The bioengineers behind an award-winning device that could save health services thousands of pounds have created a spin-out company from the University.
Professor Trish Connolly and colleagues have set up Ohmedics Ltd to commercialise their pioneering wound monitor, which brings better wound management to patients.
The system allows doctors and nurses to check whether a wound is moist - the optimum condition for healing - without having to remove the dressing. This reduces pain and skin trauma to the patient and limits opportunities for infection, as well as saving valuable staff time changing dressings unnecessarily.
The technology is designed for use in hospitals, surgeries and for community use and the home, and can be adopted for any kind of chronic or acute wound.
Ohmedics was set up following a highly successful clinical trial in Glasgow, supported by Proof of Concept funding from Scottish Enterprise. It is hoped the first product will be available later this month.
Ohmedics CEO, Professor Connolly, who is based at the University of Strathclyde's Institute of Medical Devices, said: "With chronic leg ulcers alone affecting 10 out of every 1,000 adults in the western world at some time in their lives, the need for effective wound care is clear.
"When we developed the wound monitor, we sought the views of clinicians from NHS Greater Glasgow and Clyde to ensure the device met staff and patient needs.
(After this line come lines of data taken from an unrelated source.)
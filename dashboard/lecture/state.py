"""Session state of lecture mode: a lesson's steps, or one factor moved alone.

No Panel import here. Every number the lecture view shows is made here by the model: each
step or factor setting becomes a :class:`~dashboard.case.state.CaseState` case solved by
:func:`model.solve_transport`; the faint reference is the default case (a resting adult at
sea level, pH 7.40, PCO2 40 mmHg, 37 °C). Two derived numbers are written on the plot:

* the **P50 shift**, arterial P50 of the case minus the reference P50;
* the **change in O2 unloaded per litre at the tissue point**: blood that leaves the lung at
  its arterial point and comes to equilibrium with a tissue PO2 gives up
  ``10 (CaO2 - C(P_tissue))`` mL O2 per litre, with ``C`` from :func:`model.oxygen_content`
  on the case's own curve; the change is that amount minus the reference case's at the same
  tissue PO2.

The curve drawn is the blood under the case's arterial conditions (pH, PCO2, temperature,
2,3-DPG, CO, P50); the venous Bohr shift is left out so that one factor shows alone.
"""

from __future__ import annotations

import dataclasses
from pathlib import Path

import numpy as np
import param

from ... import model
from ...model.lesson import (
    DEFAULT_TISSUE_PO2_MMHG,
    TISSUE_PO2_LIMITS_MMHG,
    Lesson,
    LessonError,
    lesson_files,
    load_lesson,
)
from ...model.scenario import LESSON_DIR
from ..case.state import CaseState

FETAL_P50_MMHG = 19.0
"""Standard-state P50 of fetal blood [mmHg]. From memory: typical fetal values are about
19-20 mmHg (the Siggaard-Andersen 1990 tanh model gives about 20 mmHg for all-fetal Hb)."""


@dataclasses.dataclass(frozen=True)
class Factor:
    """One factor the lecturer can move alone; ``values`` are model units of ``name``."""

    key: str
    label: str
    unit: str  # the model unit; "pressure" means mmHg shown in the display unit
    reference: float
    lo: float
    hi: float
    step: float
    caption: str
    percent: bool = False  # shown ×100 with a % sign
    choices: tuple[tuple[str, float], ...] = ()  # a two-state factor instead of a range

    def inputs(self, value: float, base_excess_mmol_l: float = 0.0) -> dict:
        """CaseState inputs (scenario key names) that move this factor alone.

        PCO2 moves at a constant base excess (the reference case's), so the pH follows it.
        """
        if self.key == "fetal":
            return {"p50_mmhg": FETAL_P50_MMHG} if value >= 0.5 else {}
        if self.key == "paco2_mmhg":
            return {"paco2_mmhg": value, "base_excess_mmol_l": base_excess_mmol_l}
        return {self.key: value}


FACTORS: dict[str, Factor] = {
    f.key: f
    for f in (
        Factor(
            "ph",
            "pH",
            "",
            7.40,
            6.90,
            7.70,
            0.01,
            "Only the pH moves; PCO2, temperature and everything else stay as at rest.",
        ),
        Factor(
            "paco2_mmhg",
            "PCO2",
            "pressure",
            40.0,
            20.0,
            80.0,
            1.0,
            "Only PCO2 moves, at the resting base excess, so the pH follows the CO2. In "
            "the lung more CO2 also leaves less room for O2 in alveolar gas: the arterial "
            "point falls.",
        ),
        Factor(
            "temperature_c",
            "Temperature",
            "°C",
            37.0,
            33.0,
            42.0,
            0.1,
            "Only the blood temperature moves; pH and PCO2 stay as given.",
        ),
        Factor(
            "dpg_mmol_l",
            "2,3-DPG",
            "mmol/L",
            model.NORMAL_DPG_MMOL_L,
            0.0,
            10.0,
            0.1,
            "Only red-cell 2,3-DPG moves; 5 mmol/L is normal, stored blood has little.",
        ),
        Factor(
            "cohb_fraction",
            "COHb",
            "%",
            0.0,
            0.0,
            0.5,
            0.01,
            "Only the COHb fraction moves: fewer sites carry O2, and those left hold it tighter.",
            percent=True,
        ),
        Factor(
            "fetal",
            "Fetal Hb",
            "",
            0.0,
            0.0,
            1.0,
            1.0,
            f"Fetal blood, modelled as a standard P50 of {FETAL_P50_MMHG:g} mmHg (a typical "
            "value); all else as in the adult.",
            choices=(("adult", 0.0), ("fetal", 1.0)),
        ),
    )
}

MODES = ("lesson", "factor")


def _p(x) -> float:
    return float(np.asarray(x))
We're delighted to now be in a position to launch Ohmedics.
"Currently, if a doctor or nurse wants to check how a wound is healing, they have to remove the dressing - a process which can disturb the wound and be detrimental to the healing process, as well as leading to patient discomfort.
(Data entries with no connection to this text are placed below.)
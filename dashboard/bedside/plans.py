"""What-ifs from the fitted case: their settings, the ranked table, applying one.

No Panel import here. :class:`LeverPlans` calls ``model.levers.rank_levers`` on the fit of
:class:`dashboard.bedside.fit.PatientFit` and ranks again whenever the fit or a setting
changes; applying a what-if is left to the fit, which owns the live case's baseline.
"""

from __future__ import annotations

import param

from ...model import levers
from ...model.limits import INPUT_LIMITS
from ..case.state import CaseState
from .display import display_range, format_value, from_display, pressure_digits, signed, to_display
from .fit import PatientFit
from .wording import in_display_units, lever_label


class LeverPlans(param.Parameterized):
    """One-at-a-time what-ifs ranked from the fitted case."""

    case = param.ClassSelector(class_=CaseState, doc="The session's live case (shared).")
    fitting = param.ClassSelector(class_=PatientFit, doc="The fit the what-ifs start from.")
    rank_by = param.Selector(
        default="do2",
        objects={
            "O2 delivery (DO2)": "do2",
            "PaO2": "pao2",
            "SvO2": "svo2",
            "PvO2": "pvo2",
            "O2 extraction (lower is better)": "extraction",
        },
        label="Rank by",
        doc="The predicted change the table is sorted on (model.levers.RANK_QUANTITIES).",
    )
    target_hb_g_dl = param.Number(
        default=10.0,
        bounds=(5.0, 18.0),
        label="Transfusion target Hb (g/dL)",
        doc="Haemoglobin after transfusion [g/dL].",
    )
    stored_blood = param.Boolean(
        default=False,
        label="Stored blood, low in 2,3-DPG",
        doc="Transfused cells carry little 2,3-DPG, shifting the curve left for a while.",
    )
    shunt_change_points = param.Number(
        default=-10.0,
        bounds=(-60.0, 60.0),
        label="Shunt change (% points, e.g. −10)",
        doc="Change in Qs/Qt you expect from a manoeuvre [% points], e.g. -10 (the shunt "
        "is shown in % on this screen, as the plans' shunt change is typed); 0 leaves it out.",
    )
    cooling_to_c = param.Number(
        default=36.0, bounds=(32.0, 37.5), label="Cool to (°C)", doc="Cooling target [°C]."
    )
    cardiac_output_factor = param.Number(
        default=1.2,
        bounds=(1.05, 2.0),
        label="Cardiac output × (factor)",
        doc="Multiple of the present cardiac output [-].",
    )
    lever_table = param.List(default=[], doc="Ranked model.levers.LeverOutcome list.")
    lever_message = param.String(default="")

    @property
    def shunt_change(self) -> float:
        """The shunt change as a fraction [-], as ``model.levers.rank_levers`` takes it."""
        return self.shunt_change_points / 100.0

    @shunt_change.setter
    def shunt_change(self, fraction: float) -> None:
        self.shunt_change_points = 100.0 * float(fraction)

    def __init__(self, **params):
        super().__init__(**params)
        # A new fit (or none) replaces the table, even when set to an equal value.
        self.fitting.param.watch(self._follow_fit, "fit", onlychanged=False)

    def _follow_fit(self, *_events) -> None:
        if self.fitting.fit is None:
            self.param.update(lever_table=[], lever_message="")
        else:
            self.rank_whatifs()

    def rank_whatifs(self) -> bool:
        """Rank one-at-a-time levers from the fitted case (model.levers.rank_levers)."""
        fit = self.fitting.fit
        if fit is None:
            self.param.update(lever_table=[], lever_message="Fit the model first.")
            return False
        shunt_now = float(fit.inputs.get("shunt_fraction", 0.0))
        lo, hi = INPUT_LIMITS["shunt_fraction"][:2]
        if self.shunt_change != 0 and not lo <= shunt_now + self.shunt_change <= hi:
            after = f"{100.0 * (shunt_now + self.shunt_change):.1f}".replace("-", "−")
            change = f"{self.shunt_change_points:+g}".replace("-", "−")
            self.param.update(
                lever_table=[],
                lever_message=(
                    f"What-ifs not ranked: a shunt change of {change} % points would take the "
                    f"shunt from {100.0 * shunt_now:.1f} % to {after} %, outside the allowed "
                    f"range {100 * lo:g}–{100 * hi:g} %."
                ),
            )
            return False
        try:
            table = levers.rank_levers(
                fit.inputs,
                target_hb_g_dl=self.target_hb_g_dl,
                stored_blood_dpg_depleted=self.stored_blood,
                cardiac_output_factor=self.cardiac_output_factor,
                cooling_to_c=self.cooling_to_c,
                shunt_change=self.shunt_change if self.shunt_change != 0 else None,
                rank_by=self.rank_by,
            )
        except (ValueError, TypeError) as exc:
            self.param.update(lever_table=[], lever_message=f"What-ifs not ranked: {exc}")
            return False
        self.param.update(lever_table=table, lever_message="")
        return True

    @param.depends("rank_by", watch=True)
    def _resort(self) -> None:
        if self.lever_table:
            self.lever_table = levers.sort_outcomes(self.lever_table, self.rank_by)

    @param.depends(
        "target_hb_g_dl",
        "stored_blood",
        "shunt_change_points",
        "cooling_to_c",
        "cardiac_output_factor",
        watch=True,
    )
    def _rerank(self) -> None:
        if self.fitting.fit is not None:
            self.rank_whatifs()

    def target_hb_display(self) -> float:
        return to_display(self.case, "hb_g_dl", self.target_hb_g_dl)

    def set_target_hb_display(self, value: float | None) -> bool:
        """Set the transfusion target typed in the Hb display unit; refuse out of range."""
        lo, hi = self.param.target_hb_g_dl.bounds
        unit = self.case.hb_unit
        if value is None:
            self.lever_message = "Transfusion target Hb: a value is required."
            return False
        g_dl = from_display(self.case, "hb_g_dl", value)
        if not lo - 1e-9 <= g_dl <= hi + 1e-9:
            kept = format_value(self.case, "hb_g_dl", self.target_hb_g_dl)
            self.lever_message = (
                f"Transfusion target Hb = {value:g} {unit} is outside the allowed range "
                f"{display_range(self.case, 'hb_g_dl', (lo, hi))}; kept {kept} {unit}."
            )
            return False
        self.target_hb_g_dl = min(max(g_dl, lo), hi)
        return True

    # ------------------------------------------------------------------ rows for views
    def rank_label(self) -> str:
        """The ranking quantity as the picker names it."""
        names = {v: k for k, v in self.param.rank_by.names.items()}
        return names.get(self.rank_by, self.rank_by)

    def lever_head(self) -> list[str]:
        p = self.case.pressure_unit
        return [
            "#",
            "What-if",
            "DO2 after (Δ), mL/min",
            f"PaO2 after (Δ), {p}",
            "SvO2 after (Δ), %",
            f"PvO2 after (Δ), {p}",
            "O2ER after (Δ), %",
            "Note",
        ]

    def lever_rows(self) -> list[list[str]]:
        """The ranked table as text, in display units; a refused what-if says why."""
        p = self.case.pressure_to_display
        d = pressure_digits(self.case)
        rows = []
        for i, o in enumerate(self.lever_table, start=1):
            if o.error:
                label = lever_label(self.case, o.label)
                rows.append([str(i), label, "", "", "", "", "", f"refused: {o.error}"])
                continue
            rows.append(
                [
                    str(i),
                    lever_label(self.case, o.label),
                    _after(o.do2_ml_min, o.delta_do2_ml_min, 0),
                    _after(p(o.pao2_mmhg), p(o.delta_pao2_mmhg), d),
                    _after(100.0 * o.svo2, 100.0 * o.delta_svo2, 1),
                    _after(p(o.pvo2_mmhg), p(o.delta_pvo2_mmhg), d),
                    _after(100.0 * o.extraction_ratio, 100.0 * o.delta_extraction_ratio, 1),
                    in_display_units(self.case, o.note),
                ]
            )
        return rows

    def lever_choices(self) -> dict[str, str]:
        """Label -> key of the what-ifs that can be applied."""
        return {lever_label(self.case, o.label): o.key for o in self.lever_table if not o.error}

    def apply_lever(self, key: str, case_label: str = "") -> bool:
        """Make a what-if the live case, with the fitted case as the baseline."""
        outcome = next((o for o in self.lever_table if o.key == key), None)
        if outcome is None or outcome.error:
            self.lever_message = "Choose a what-if from the ranked table first."
            return False
        label = lever_label(self.case, outcome.label)
        why_not = self.fitting.apply_what_if(outcome.inputs, label, case_label)
        self.lever_message = why_not or (f"Live case: {label}. Baseline: the fitted case.")
        return not why_not


def _after(value: float, delta: float, digits: int) -> str:
    """A what-if's value after the change and its change, as shown: "1012 (+140)"."""
    return f"{value:.{digits}f} ({signed(delta, digits)})"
"The new monitor means dressings aren't changed or disturbed unless they need to be, allowing wounds to heal as quickly as possibly and enabling the patient to get on with life. The system also lessens pressure on valuable resources - both in terms of staff time and unnecessary dressings."
The technology uses a tiny, disposable sensor which is attached to the gauze of a dressing. A hand-held meter attached to the sensor displays whether the dressing is moist - and likely to heal well if left alone - or too wet or dry.
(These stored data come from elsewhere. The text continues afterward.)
"""How sure: the analyser tolerances carried through, and the curve models' spread.

No Panel import here. :class:`MeasurementDoubt` follows the accepted gas of
:class:`dashboard.bedside.entry.GasEntry` and the fit of
:class:`dashboard.bedside.fit.PatientFit`: the shunt, VO2 and in-situ P50 over every gas
within the chosen analyser tolerances (``model.spread.tolerance_ranges``, one vectorised
derivation), and SaO2, in-vivo P50 and O2 extracted per litre as each of the four curve
models reads the fitted case (``model.spread.reading_spread``). Rows are in display units.
"""

from __future__ import annotations

import dataclasses
import math

import param

from ...model import spread
from ..case.state import CaseState
from .entry import GasEntry
from .fit import PatientFit
from .wording import in_display_units, number, unit_of

TOLERANCE_ROWS = (
    # derive output, label, kind, source of the value
    ("shunt_fraction", "Shunt (Berggren)", "percent", "from the measured contents"),
    ("vo2_ml_min", "VO2 (Fick)", "flow", "cardiac output taken as given"),
    ("p50_insitu_mmhg", "In-situ P50 (single point)", "p50", "from PaO2 and SaO2"),
)
CURVE_ROWS = (
    # reading_spread key, label, kind
    ("sao2", "SaO2 at the fitted PaO2", "percent"),
    ("p50_mmhg", "P50 in vivo (arterial)", "p50"),
    ("o2_extracted_ml_per_l", "O2 extracted per litre", "per_litre"),
)
CURVE_NAMES = {
    "severinghaus1979": "Severinghaus 1979",
    "dash2016": "Dash 2016",
    "siggaard_andersen1990": "Siggaard-Andersen 1990",
    "hill1910": "Hill 1910",
}


@dataclasses.dataclass(frozen=True)
class DoubtRow:
    """A value, its lowest and highest, the unit, and what the range rests on."""

    key: str
    label: str
    value: str
    low: str
    high: str
    unit: str
    note: str


class MeasurementDoubt(param.Parameterized):
    """How far the bedside numbers move within the analyser tolerances and between curves."""

    case = param.ClassSelector(class_=CaseState, doc="The session's live case (units).")
    entry = param.ClassSelector(class_=GasEntry, doc="The accepted gas.")
    fitting = param.ClassSelector(class_=PatientFit, doc="The fitted case.")
    tolerance_set = param.Selector(
        default=spread.DEFAULT_TOLERANCES,
        objects={v["label"]: k for k, v in spread.TOLERANCE_SETS.items()},
        label="Analyser tolerances",
        doc="A named set of model.spread.TOLERANCE_SETS.",
    )
    tolerance = param.Dict(default={}, doc="model.spread.Range per TOLERANCE_ROWS output.")
    curve_spread = param.Dict(default=None, allow_None=True, doc="reading_spread of the fit.")

    def __init__(self, **params):
        super().__init__(**params)
        self.entry.param.watch(lambda _e: self._follow_gas(), "measured", onlychanged=False)
        self.fitting.param.watch(lambda _e: self._follow_fit(), "fit", onlychanged=False)
        self.case.param.watch(
            lambda _e: self.param.trigger("tolerance"), ["pressure_unit", "hb_unit"]
        )
        self._follow_gas()
        self._follow_fit()

    @param.depends("tolerance_set", watch=True)
    def _follow_gas(self) -> None:
        m = self.entry.measured
        self.tolerance = spread.tolerance_ranges(m, self.tolerance_set) if m else {}

    def _follow_fit(self) -> None:
        fit = self.fitting.fit
        if fit is None:
            self.curve_spread = None
            return
        r = fit.result
        self.curve_spread = spread.reading_spread(
            float(r.arterial.po2_mmhg),
            float(r.venous.po2_mmhg),
            float(r.hb_g_dl),
            r.arterial_conditions,
            r.venous_conditions,
        )

    # ------------------------------------------------------------------ for views
    def source(self) -> str:
        table = spread.TOLERANCE_SETS[self.tolerance_set]
        return in_display_units(self.case, f"{table['label']}: {table['source']}.")

    def _format(self, kind: str, value: float) -> str:
        return number(self.case, kind, value)

    def _unit(self, kind: str) -> str:
        return unit_of(self.case, kind)

    def tolerance_rows(self) -> list[DoubtRow]:
        rows = []
        for key, label, kind, note in TOLERANCE_ROWS:
            r = self.tolerance.get(key)
            if r is None or not math.isfinite(r.low):
                continue
            if r.refused:
                note += f"; {r.refused} of {r.cases} combinations refused"
            rows.append(
                DoubtRow(
                    key,
                    label,
                    self._format(kind, r.value),
                    self._format(kind, r.low),
                    self._format(kind, r.high),
                    self._unit(kind),
                    note,
                )
            )
        return rows

    def curve_rows(self) -> list[DoubtRow]:
        s = self.curve_spread
        if s is None:
            return []
        fit = self.fitting.fit
        r = fit.result
        values = {
            "sao2": float(r.arterial.so2),
            "p50_mmhg": float(r.arterial.p50_mmhg),
            "o2_extracted_ml_per_l": float(r.o2_extracted_ml_per_l),
        }
        rows = []
        for key, label, kind in CURVE_ROWS:
            part = s[key]
            by = part["by_curve"]
            lowest = min(by, key=by.get)
            highest = max(by, key=by.get)
            rows.append(
                DoubtRow(
                    key,
                    label,
                    self._format(kind, values[key]),
                    self._format(kind, part["low"]),
                    self._format(kind, part["high"]),
                    self._unit(kind),
                    f"lowest {CURVE_NAMES.get(lowest, lowest)}, highest "
                    f"{CURVE_NAMES.get(highest, highest)}",
                )
            )
        return rows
The researchers received the Award for Innovation for the wound monitor from Scots life sciences network, Nexxus, in November 2007.
Ohmedics is already moving from strength to strength with the expertise of its new board, which includes Chair John Thomson, formerly Chief Investment Officer for Standard Life and an alumnus of the University; Biotechnology entrepreneur Simon Best; and Alistair MacWilliam, formerly General manager of Shell Glasgow.
Operational staff have also been appointed to the team, including Sales Director John Hilferty, formerly with Amersham International, and Technical Director Nasser Djennati of Hall Effect Technology and IVMD.
Dr Alan Lindsay, Industrial Interface Manager at Strathclyde Institute for Medical Devices, said: "I am delighted that Ohmedics has now been established. It has the potential to be a significant commercial success as it is designed to meet the needs of patients and hard-pressed health services around the world.
"The board has the combination of experience, energy and enthusiasm to help the company realise its potential."
Ohmedics will have offices in the Strathclyde Incubator for its product launch and the wound monitor will be manufactured in Scotland.
The University of Strathclyde was recently rated as one of the UK's top 10 universities to work with by the business community. Ohmedics brings the University's total number of spin-out companies to nearly 50.